I remember all the invites to all the different soccer "church" families to join when my baby was 6 years old. It reminds me of my first day in college and my church days. All the frat tables and religious groups trying to get you to join their club the first week. Watch out for the cult leaders dressed in sheep's clothing but is a wolf. 
Leader= Coach or Doc
Disciple= Player or in some cases, dad!


----------



## rainbow_unicorn (Oct 12, 2022)

paytoplay said:


> One more year to go with pay to play soccer, so my belief is that *flight* is more important than *coach*. I’ve seen, for every 10 average coach, 1 impressive coach. My DD has had mostly average coaches, with some truly awful ones—looking at you HS!! Are the good coaches really coaching flight 2s and 3s?! I don’t believe that. We’re overrating the coaching component.
> Flight (or competition level) is the determinant. Because development is more about the players learning and competing *against each other. *And the better players eventually move up the ladder like a herd.
> Example. Pick up basketball—where are you going to improve your game? would you choose the top court with the best athletes that you’re forced to defend? Or the one with the old out of shape dads throwing up airballs?


I agree flight is important.  Definitely going to be more challenged at flight 1 v flight 2 which is part of development.  But if you had to pick between flight 1 teams pick the one that has the better coach/development versus the team that tries to win at all costs.


----------



## Grace T. (Oct 12, 2022)

VanMan said:


> unless the parents haven't been around long.

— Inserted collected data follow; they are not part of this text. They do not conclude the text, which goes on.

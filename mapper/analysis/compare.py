"""Comparisons of step tests: repeats at one level, up against down steps, campaign against campaign.

Every function takes rows of the store view ``test_params`` (rejected tests are left out) and returns
a list of dicts, one per compared quantity, each with a ``sentence`` a person reads and the numbers
behind it. Differences count only when they exceed the 95 % uncertainty of what is compared.
"""

from __future__ import annotations

import math

import numpy as np
import pandas as pd
from scipy import stats

from mapper.analysis.opmap import UNITS, build_map, format_level, parameter_values, usable_tests
from mapper.analysis.trends import LABELS, cluster_levels
from mapper.constants import Z95

COMPARED = ("gain", "time_constant", "dead_time")
CAUSES = {
    "gain": ("usual causes: a deadband or sticking valve (part of the step lost in one direction), "
             "or a process that answers differently rising and falling (asymmetric process)"),
    "dead_time": ("usual causes: a deadband or sticking valve (the actuator starts moving late in one "
                  "direction), or an asymmetric process"),
    "time_constant": ("usual causes: an asymmetric process (e.g. filling against draining, heating "
                      "against cooling), or a valve that moves at different speeds each way"),
}


def _fmt(value: float) -> str:
    return "n/a" if value is None or not np.isfinite(value) else f"{value:.4g}"


def _weighted(values: np.ndarray, sigma: np.ndarray):
    """Weighted mean, its standard error (inflated by the Birge ratio when repeats scatter more
    than their intervals), chi-square about the mean, and degrees of freedom."""
    weight = 1.0 / sigma ** 2
    mean = float(np.sum(weight * values) / np.sum(weight))
    se = float(1.0 / math.sqrt(np.sum(weight)))
    chi2 = float(np.sum(weight * (values - mean) ** 2))
    dof = values.size - 1
    if dof > 0 and chi2 > dof:
        se *= math.sqrt(chi2 / dof)
    return mean, se, chi2, dof


def _clean(values, sigma):
    keep = np.isfinite(values) & np.isfinite(sigma) & (sigma > 0)
    return values[keep], sigma[keep], keep


def _groups(params: pd.DataFrame, against: str, level_tolerance):
    frame = usable_tests(params, against)
    frame["_group"] = cluster_levels(frame["_x"].to_numpy(float), level_tolerance)
    if "direction" not in frame.columns:
        frame["direction"] = "unknown"
    return frame


def compare_repeats(params: pd.DataFrame, *, against: str = "level", level_tolerance: float | None = None
                    ) -> list[dict]:
    """Spread of repeated tests (same level, same direction) against their own intervals.

    Parameters
    ----------
    params : pandas.DataFrame
        Rows of the store view ``test_params``.
    against : str
        Level column.
    level_tolerance : float, optional
        Levels closer than this count as the same; default 2 % of the tested span.

    Returns
    -------
    list of dict
        Per group and parameter: ``level, direction, parameter, n_tests, test_ids, min, max, mean,
        chi_square, dof, p_value, consistent, scatter_ratio, sentence``.

    Notes
    -----
    Chi-square of the repeats about their weighted mean with each test's standard deviation from its
    95 % interval; the repeats agree when ``p >= 0.05``. ``scatter_ratio = sqrt(chi2/dof)`` (Birge
    ratio, Birge 1932) says how many times wider the real scatter is than the intervals claim.
    """
    frame = _groups(params, against, level_tolerance)
    rows = []
    for (_group, direction), part in frame.groupby(["_group", "direction"], sort=True):
        if len(part) < 2:
            continue
        level = float(part["_x"].mean())
        for name in COMPARED:
            if name not in part.columns or part[name].isna().all():
                continue
            values, sigma = parameter_values(part, name)
            values, sigma, keep = _clean(values, sigma)
            if values.size < 2:
                continue
            mean, _, chi2, dof = _weighted(values, sigma)
            p_value = float(stats.chi2.sf(chi2, dof))
            consistent = p_value >= 0.05
            ratio = math.sqrt(chi2 / dof)
            unit = UNITS[name]
            verdict = ("consistent with their intervals" if consistent else
                       f"about {ratio:.1f} times wider than their intervals allow")
            sentence = (f"At {against} {format_level(level)} ({direction} steps), {values.size} repeats give "
                        f"{LABELS[name]} {_fmt(values.min())} to {_fmt(values.max())}{unit}: spread "
                        f"{verdict} (chi-square {chi2:.2f} on {dof} degrees of freedom, p {p_value:.2g}).")
            rows.append({"level": level, "direction": str(direction), "parameter": name,
                         "n_tests": int(values.size),
                         "test_ids": [v for v, k in zip(part.get("test_id", part.index), keep) if k],
                         "min": float(values.min()), "max": float(values.max()), "mean": mean,
                         "chi_square": chi2, "dof": dof, "p_value": p_value, "consistent": consistent,
                         "scatter_ratio": ratio, "sentence": sentence})
    return rows


def compare_directions(params: pd.DataFrame, *, against: str = "level", level_tolerance: float | None = None
                       ) -> list[dict]:
    """Up against down steps at each operating level.

    Returns
    -------
    list of dict
        Per level and parameter with both directions: ``level, parameter, up, down, difference,
        z, differs, cause, sentence``.

    Notes
    -----
    Each direction is summarised by its weighted mean; its standard error is inflated by the Birge
    ratio when its repeats scatter beyond their intervals. The directions differ when
    ``|up - down| / sqrt(se_up^2 + se_down^2) > 1.96`` (two-sided 5 %).
    """
    frame = _groups(params, against, level_tolerance)
    rows = []
    for _group, part in frame.groupby("_group", sort=True):
        up = part[part["direction"] == "up"]
        down = part[part["direction"] == "down"]
        if up.empty or down.empty:
            continue
        level = float(part["_x"].mean())
        for name in COMPARED:
            if name not in part.columns:
                continue
            u_val, u_sig, _ = _clean(*parameter_values(up, name))
            d_val, d_sig, _ = _clean(*parameter_values(down, name))
            if u_val.size == 0 or d_val.size == 0:
                continue
            u_mean, u_se, _, _ = _weighted(u_val, u_sig)
            d_mean, d_se, _, _ = _weighted(d_val, d_sig)
            difference = u_mean - d_mean
            z = difference / math.hypot(u_se, d_se)
            differs = abs(z) > Z95
            unit = UNITS[name]
            if differs:
                sentence = (f"At {against} {format_level(level)} the {LABELS[name]} differs between up "
                            f"({_fmt(u_mean)}{unit}) and down ({_fmt(d_mean)}{unit}) steps by "
                            f"{_fmt(difference)}{unit} ({abs(z):.1f} standard errors, beyond the 95 % "
                            f"uncertainty); {CAUSES[name]}.")
            else:
                sentence = (f"At {against} {format_level(level)} up and down steps agree on {LABELS[name]} "
                            f"({_fmt(u_mean)} against {_fmt(d_mean)}{unit}; the difference is inside the "
                            f"uncertainty).")
            rows.append({"level": level, "parameter": name, "up": u_mean, "down": d_mean,
                         "difference": difference, "z": float(z), "differs": bool(differs),
                         "cause": CAUSES[name] if differs else None, "sentence": sentence})
    return rows


def _campaign_name(params: pd.DataFrame, default: str) -> str:
    if "campaign" in params.columns and params["campaign"].notna().any():
        names = params["campaign"].dropna().astype(str).unique()
        return names[0] if len(names) == 1 else default
    return default


def compare_campaigns(params_a: pd.DataFrame, params_b: pd.DataFrame, *, against: str = "level",
                      names: tuple[str, str] | None = None) -> list[dict]:
    """Which parameters moved between two campaigns, where, and whether significantly.

    Parameters
    ----------
    params_a, params_b : pandas.DataFrame
        Rows of ``test_params`` for the older (A) and newer (B) campaign.
    against : str
        Level column.
    names : pair of str, optional
        Campaign names for the sentences; default from the ``campaign`` column.

    Returns
    -------
    list of dict
        Per parameter: ``parameter, campaign_a, campaign_b, moved, levels`` (where it moved),
        ``level`` (where the change is largest), ``value_a, value_b, change`` (relative), ``z``,
        ``sentence``. With no shared range, one row with ``parameter=None`` says so.

    Notes
    -----
    Both campaigns are mapped (:func:`mapper.analysis.opmap.build_map`) and their trends compared at the tested
    levels inside the shared range; a change is significant where the difference exceeds 1.96 times
    the combined standard error of the two trends.
    """
    name_a, name_b = names or (_campaign_name(params_a, "A"), _campaign_name(params_b, "B"))
    map_a, map_b = build_map(params_a, against=against), build_map(params_b, against=against)
    low, high = max(map_a.level_min, map_b.level_min), min(map_a.level_max, map_b.level_max)
    if low > high:
        return [{"parameter": None, "campaign_a": name_a, "campaign_b": name_b, "moved": None, "levels": [],
                 "sentence": (f"Campaigns {name_a} ({format_level(map_a.level_min)} to "
                              f"{format_level(map_a.level_max)}) and {name_b} "
                              f"({format_level(map_b.level_min)} to {format_level(map_b.level_max)}) "
                              f"share no tested range; nothing to compare.")}]
    levels = np.array(sorted({v for v in map_a.levels + map_b.levels if low <= v <= high}) or [low])
    rows = []
    for name in COMPARED + ("gain_over_time_constant",):
        if name not in map_a.trends or name not in map_b.trends:
            continue
        va, la, ha = map_a.value(name, levels)
        vb, lb, hb = map_b.value(name, levels)
        se = np.hypot((ha - la) / (2 * Z95), (hb - lb) / (2 * Z95))
        with np.errstate(divide="ignore", invalid="ignore"):
            z = np.where(se > 0, (vb - va) / se, 0.0)
            change = np.where(va != 0, (vb - va) / np.abs(va), np.nan)
        moved_at = levels[np.abs(z) > Z95]
        k = int(np.argmax(np.abs(z)))
        unit = UNITS[name]
        if moved_at.size:
            where = ", ".join(format_level(v) for v in moved_at)
            sentence = (f"{LABELS[name].capitalize()} moved between {name_a} and {name_b}: at {against} "
                        f"{format_level(levels[k])} from {_fmt(va[k])}{unit} to {_fmt(vb[k])}{unit} "
                        f"({change[k]:+.0%}); significant at {against} {where}.")
        else:
            sentence = (f"{LABELS[name].capitalize()} did not move significantly between {name_a} and "
                        f"{name_b} over the shared range {format_level(low)} to {format_level(high)} "
                        f"(largest difference "
                        f"{change[k]:+.0%} at {against} {format_level(levels[k])}, inside the uncertainty).")
        rows.append({"parameter": name, "campaign_a": name_a, "campaign_b": name_b,
                     "moved": bool(moved_at.size), "levels": [float(v) for v in moved_at],
                     "level": float(levels[k]), "value_a": float(va[k]), "value_b": float(vb[k]),
                     "change": float(change[k]), "z": float(z[k]), "sentence": sentence})
    return rows
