"""Verdict: does one PI controller serve the whole tested range, or is a gain schedule needed?

This module owns the decision, the reasons a person can defend, and the schedule table. The test is
robustness, not a ratio rule: one controller is tried over every tested operating point (found by a
search, not guessed), and it is enough when at every point the maximum sensitivity Ms stays at or
under a limit and the loop is at most a set factor slower than a controller tuned at that point.

Operating points are the tested levels; the process there is taken from the operating-map trends,
and a parameter whose variation is not significant is held at its constant fit (variation inside the
uncertainty is not variation).
"""

from __future__ import annotations

import csv
import math
from dataclasses import dataclass, field

import numpy as np
import pandas as pd
from scipy.optimize import minimize

from mapper.analysis.margins import loop_margins, quick_peak_sensitivity, search_grid
from mapper.analysis.opmap import OperatingMap, build_map, format_level, format_limit
from mapper.analysis.tuning import PITuning, dimensionless_gain, tune
from mapper.errors import DataError
from mapper.records import plain

CAUTION = ("CAUTION: new tuning on a live plant can hurt people and equipment. Agree limits with "
           "operations, stay clear of alarm and trip limits, verify before use (in manual, with the "
           "loop watched), and defer to site procedures and licensed practice.")
INTERPOLATION_NOTE = ("Between rows, interpolate kc and ti linearly in level between the row levels; "
                      "outside the first and last row hold their values.")
LAG_DOMINANT_RATIO = 4.0  # time constant / dead time above which a loop counts as lag-dominant (common practice)
_KC_FACTORS = (1.0, 0.8, 0.64, 0.5, 0.4, 0.3)
_TI_FACTORS = (1.0, 1.5, 2.5)


@dataclass(frozen=True)
class Verdict:
    """Outcome of :func:`decide`.

    Attributes
    ----------
    decision : {"single", "schedule"}
    reasons : tuple of str
        Sentences with numbers.
    variation : dict
        ``{parameter: {"min", "max", "ratio", "significant"}}`` over the tested range.
    controller : dict
        The best single controller found (``serves_whole_range`` says whether it is enough).
    points : tuple of dict
        That controller at every tested level: ``level, ms, gain_margin, phase_margin_deg,
        slowdown`` plus the process and local tuning there.
    schedule : tuple of dict
        One row per operating band (a single row when one controller serves).
    """

    decision: str
    reasons: tuple
    variation: dict
    controller: dict
    points: tuple
    schedule: tuple
    ms_max: float
    slowdown_max: float
    against: str = "level"
    notes: tuple = field(default=())

    def to_dict(self) -> dict:
        """The JSON shape of ``mapper verdict --format json`` (non-finite numbers become None)."""
        return plain({"decision": self.decision, "reasons": list(self.reasons),
                          "variation": self.variation, "controller": self.controller,
                          "points": list(self.points), "schedule": list(self.schedule)})

    def write_schedule_csv(self, path, units: dict | None = None) -> None:
        """Write the schedule table as CSV, with ``#`` header lines for units and the safety caution.

        Parameters
        ----------
        path : str or path-like
        units : dict, optional
            ``{"input": ..., "output": ...}`` unit names (as in the campaign file's ``[units]``).
        """
        units = units or {}
        unit_in, unit_out = units.get("input", "input units"), units.get("output", "output units")
        columns = ["level", "level_from", "level_to", "kc", "ti", "ti_min"]
        if any("proportional_band" in row for row in self.schedule):
            columns += ["kc_dimensionless", "proportional_band"]
        columns += ["ms", "slowdown"]
        with open(path, "w", newline="", encoding="utf-8") as handle:
            handle.write(f"# mapper PI schedule; decision: {self.decision}\n")
            handle.write(f"# units: {self.against} in {unit_out}; kc in {unit_in} per {unit_out}; ti in s; "
                         f"ti_min in min; kc_dimensionless in %/%; proportional_band in %\n")
            handle.write(f"# limits: Ms <= {format_limit(self.ms_max)}; slowdown <= {format_limit(self.slowdown_max)} "
                         f"(integrated error against a controller tuned at each level)\n")
            handle.write(f"# {INTERPOLATION_NOTE}\n")
            handle.write(f"# {CAUTION}\n")
            writer = csv.DictWriter(handle, fieldnames=columns, extrasaction="ignore")
            writer.writeheader()
            for row in self.schedule:
                writer.writerow({k: _round(row.get(k)) for k in columns})
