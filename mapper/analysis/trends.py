"""Robust trends of one parameter against the operating level, with honest 95 % bands.

This module owns the trend of one parameter: the choice among the shapes of
:mod:`mapper.analysis.shapes` (those that pass the lack-of-fit test against the pure error of repeats,
then the simplest adequate one by AICc), the outliers against the trend (tests that disagree with
their neighbours beyond their uncertainty, left out and flagged), the significance of the variation,
the band, whether the tests could see a change of the size that matters, and the check that the map
stays inside the pooled interval of its own tests at every tested level. It knows nothing of the
store or of campaigns; :mod:`mapper.analysis.opmap` feeds it one parameter at a time.
"""

from __future__ import annotations

import math
from dataclasses import dataclass, replace

import numpy as np
from scipy import special

from mapper.analysis.shapes import (
    Shape,
    ShapeFit,
    candidate_shapes,
    fit_shape,
    inside_pooled,
    pooled_levels,
    reference_fit,
)
from mapper.constants import RELEVANT_CHANGE_RATIO, Z95
from mapper.errors import DataError

TREND_SHAPES = ("constant", "linear", "quadratic", "log_linear", "log_quadratic", "piecewise_linear")
LABELS = {"gain": "gain", "time_constant": "time constant", "dead_time": "dead time",
          "gain_over_time_constant": "gain / time constant"}
AICC_SUPPORT = 2.0  # shapes within this AICc of the best count as equally supported
LACK_OF_FIT_LEVEL = 0.05  # a shape whose lack-of-fit p-value is below this misses its tests
OUTLIER_LEVEL = 0.05  # family-wise level of the outlier test over all tests of a trend
OUTLIER_MAX_FRACTION = 0.2  # never leave out more than this share of the tests
MIN_LEVELS_TO_JUDGE = 3  # fewer levels cannot show whether a parameter stays or moves (see _detectable_ratio)
OUTLIER_SCREEN = 20  # at most this many tests (largest residuals first) are refitted without themselves

TREND_FLAG_TEXT = {
    "map_outside_tested_interval": ("the map at a tested level lies outside the pooled interval of that "
                                    "level's own tests"),
    "shape_misfit": "no shape offered passes the lack-of-fit test; the best of them is used",
    "not_enough_tests": ("not enough tests or levels to tell whether the parameter changes by a factor "
                         "that matters for the controller"),
    "some_intervals_missing": "some tests have no interval; the median interval is used for them",
    "no_intervals": "no test has an interval; the scatter between tests sets the band",
    "band_unknown": "no interval and no repeat scatter: the band cannot be given",
}  # flags of a trend; flags of a test (outlier_against_trend) live in mapper.identification.flags
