def decide(params: pd.DataFrame, *, ms_max: float = 2.0, slowdown_max: float = 2.0,
           closed_loop_time: float | None = None, ranges=None, rule: str = "simc", against: str = "level",
           opmap: OperatingMap | None = None) -> Verdict:
    """Decide whether one PI controller serves every tested operating point or a schedule is needed.

    Parameters
    ----------
    params : pandas.DataFrame
        Rows of the store view ``test_params`` (rejected and excluded tests are left out).
    ms_max : float
        Largest acceptable maximum sensitivity (default 2.0; Åström & Hägglund give 1.2-2.0).
    slowdown_max : float
        Largest acceptable ratio of integrated absolute errors after a load step at the plant input,
        single controller against a locally tuned one (default 2).
    closed_loop_time : float, optional
        Closed-loop time constant (tau_c, s) for the local tunings; default the local dead time.
    ranges : dict or pair, optional
        Instrument ranges ``{"input": [lo, hi], "output": [lo, hi]}`` for proportional bands.
    rule : {"simc", "lambda"}
        Rule for the local tunings.
    against : str
        Level column for the map.
    opmap : OperatingMap, optional
        A map already built from ``params`` (excluded tests left out, as :func:`build_map` does).

    Returns
    -------
    Verdict

    Raises
    ------
    DataError
        For limits that make no sense or when no usable test is left.

    Notes
    -----
    At each tested level the process comes from the map trends (constant fits for parameters whose
    variation is not significant) and is tuned locally with SIMC (Skogestad, 2003) or lambda tuning.
    Performance is the integrated absolute error (IAE) after a unit load step at the plant input,
    simulated with the exact dead time, relative to the local tuning: Skogestad (2003) judges PI
    tunings by IAE against a load disturbance, and the integrated error ``ti / kc`` alone rewards
    oscillation. Robustness is Ms from the exact frequency response (Åström & Hägglund, *Advanced PID
    Control*, 2006, give 1.2-2.0 as the usual range). A single controller is searched minimising the
    worst ratio of Ms and IAE ratio to their limits; the verdict is "single" when its uncut
    simulation and exact margins meet both limits at every point. A schedule merges neighbouring
    levels greedily while one controller serves them; its figures are reported at every tested level
    for the settings the table tells the user to apply (interpolated between rows).
    """
    if not ms_max > 1.0:
        raise DataError(f"ms_max must be above 1; got {ms_max!r}", hint="typical limits are 1.2 to 2.0")
    if not slowdown_max >= 1.0:
        raise DataError(f"slowdown_max must be at least 1; got {slowdown_max!r}")
    params = params[~excluded_mask(params)]  # excluded tests never enter the verdict
    used = usable_tests(params, against=against)
    opmap = opmap or build_map(params, against=against)
    campaigns: list = list(used["campaign"].dropna().unique()) if "campaign" in used.columns else []
    campaign = str(campaigns[0]) if len(campaigns) == 1 else None
    input_range, output_range = _ranges(ranges)
    processes, locals_, notes = _processes(opmap, rule, closed_loop_time)
    summary = {row["parameter"]: row for row in opmap.summary()}
    variation = {name: {k: row[k] for k in ("min", "max", "ratio", "significant")} for name, row in summary.items()}

    if len({math.copysign(1.0, p[1]) for p in processes}) > 1:
        raise DataError("the process gain changes sign across the tested range; no PI loop with one "
                        "controller action can serve it",
                        hint="check the tests near the sign change (`mapper params`); split the range")
    points = make_points(processes, locals_)
    table = CandidateTable.build(points, ms_max, slowdown_max)
    controller, _ = search(points, ms_max, slowdown_max, table=table)
    rows = measure(controller.kc, controller.ti, points)
    single = serves(rows, ms_max, slowdown_max)
    lag_dominant = opmap.model == "fopdt" and all(
        (p.time_constant or 0.0) >= LAG_DOMINANT_RATIO * p.dead_time for p in points)
    shortfall = check_sufficiency(used, against=against, output_range=output_range,
                                  loop_gain_trend=opmap.trend("gain_over_time_constant" if lag_dominant else "gain"))
    decision = "insufficient" if shortfall is not None else ("single" if single else "schedule")
    span = f"{against} {format_level(opmap.level_min)} to {format_level(opmap.level_max)}"
    reasons = _Reasons()
    if shortfall is not None:
        reasons.add("insufficient_data", shortfall.sentence, **shortfall.numbers())
    _performance_reasons(reasons, rows, controller, single, span, against, ms_max, slowdown_max)
    _variation_reasons(reasons, opmap, summary, points, decision)

    schedule, applied = [], []
    if decision != "insufficient":
        if single:
            bands = [(0, len(points), controller)]
        else:
            bands = _bands(points, table, ms_max, slowdown_max)
            reasons.add("schedule_bands", f"A schedule of {len(bands)} bands serves the range. {INTERPOLATION_NOTE}",
                        bands=len(bands))
        schedule, applied = _schedule(bands, points, input_range, output_range, opmap.level_min, opmap.level_max,
                                      applied=rows if single else None)
        for start, end, _ in bands:
            inside = applied[start:end]
            if not serves(inside, ms_max, slowdown_max):
                low, high = points[start].level, points[end - 1].level
                worst_ms = max(r["ms"] for r in inside)
                worst_ratio = max(r["iae_ratio"] for r in inside)
                reasons.add("band_unmet",
                            f"Between {against} {format_level(low)} and {format_level(high)} no PI controller found "
                            f"meets both limits even on its own (best: Ms {worst_ms:.2f}, slowdown {worst_ratio:.2f}); "
                            f"relax the limits or expect more than a PI loop can give there.",
                            level_from=low, level_to=high, ms=worst_ms, iae_ratio=worst_ratio)
    settings = controller.settings(input_range=input_range, output_range=output_range)
    settings.update({"serves_whole_range": single and decision == "single", "local_rule": rule, "caution": CAUTION})
    return Verdict(decision=decision, reasons=tuple(reasons.texts), variation=variation, controller=settings,
                   points=tuple(rows), schedule=tuple(schedule), ms_max=float(ms_max),
                   slowdown_max=float(slowdown_max), against=against, notes=tuple(notes) + opmap.notes,
                   reason_codes=tuple(reasons.codes), reason_details=tuple(reasons.details),
                   schedule_points=tuple(applied), campaign=campaign)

That's the entire point...most don't unless you had a kid go through the system.  It totally took me at least 2 years and a ton of work to know the ins and outs.  And these are kids that are usually just starting out in club soccer.  Because they are younger as well, parents might be looking at local rather than sticking them in the car for an hour in LA traffic and so they can get to bed at a decent hour.



paytoplay said:


> Are the good coaches really coaching flight 2s and 3s?! I don’t believe that. We’re overrating the coaching component.


Well the other thing that a bad coach can do is that unless your kid is a superstar and even flight 1 is beneath them (the type of kid that when ECNL opens up they have every team beating down their doors for a starting position and offering scholarships), a bad coach can make them hate the game.  And I've seen plenty of really good players walk away from the sport because they just don't have the heart (and not necessarily just the talent) to face the grind it takes day in and day out to make it to the top.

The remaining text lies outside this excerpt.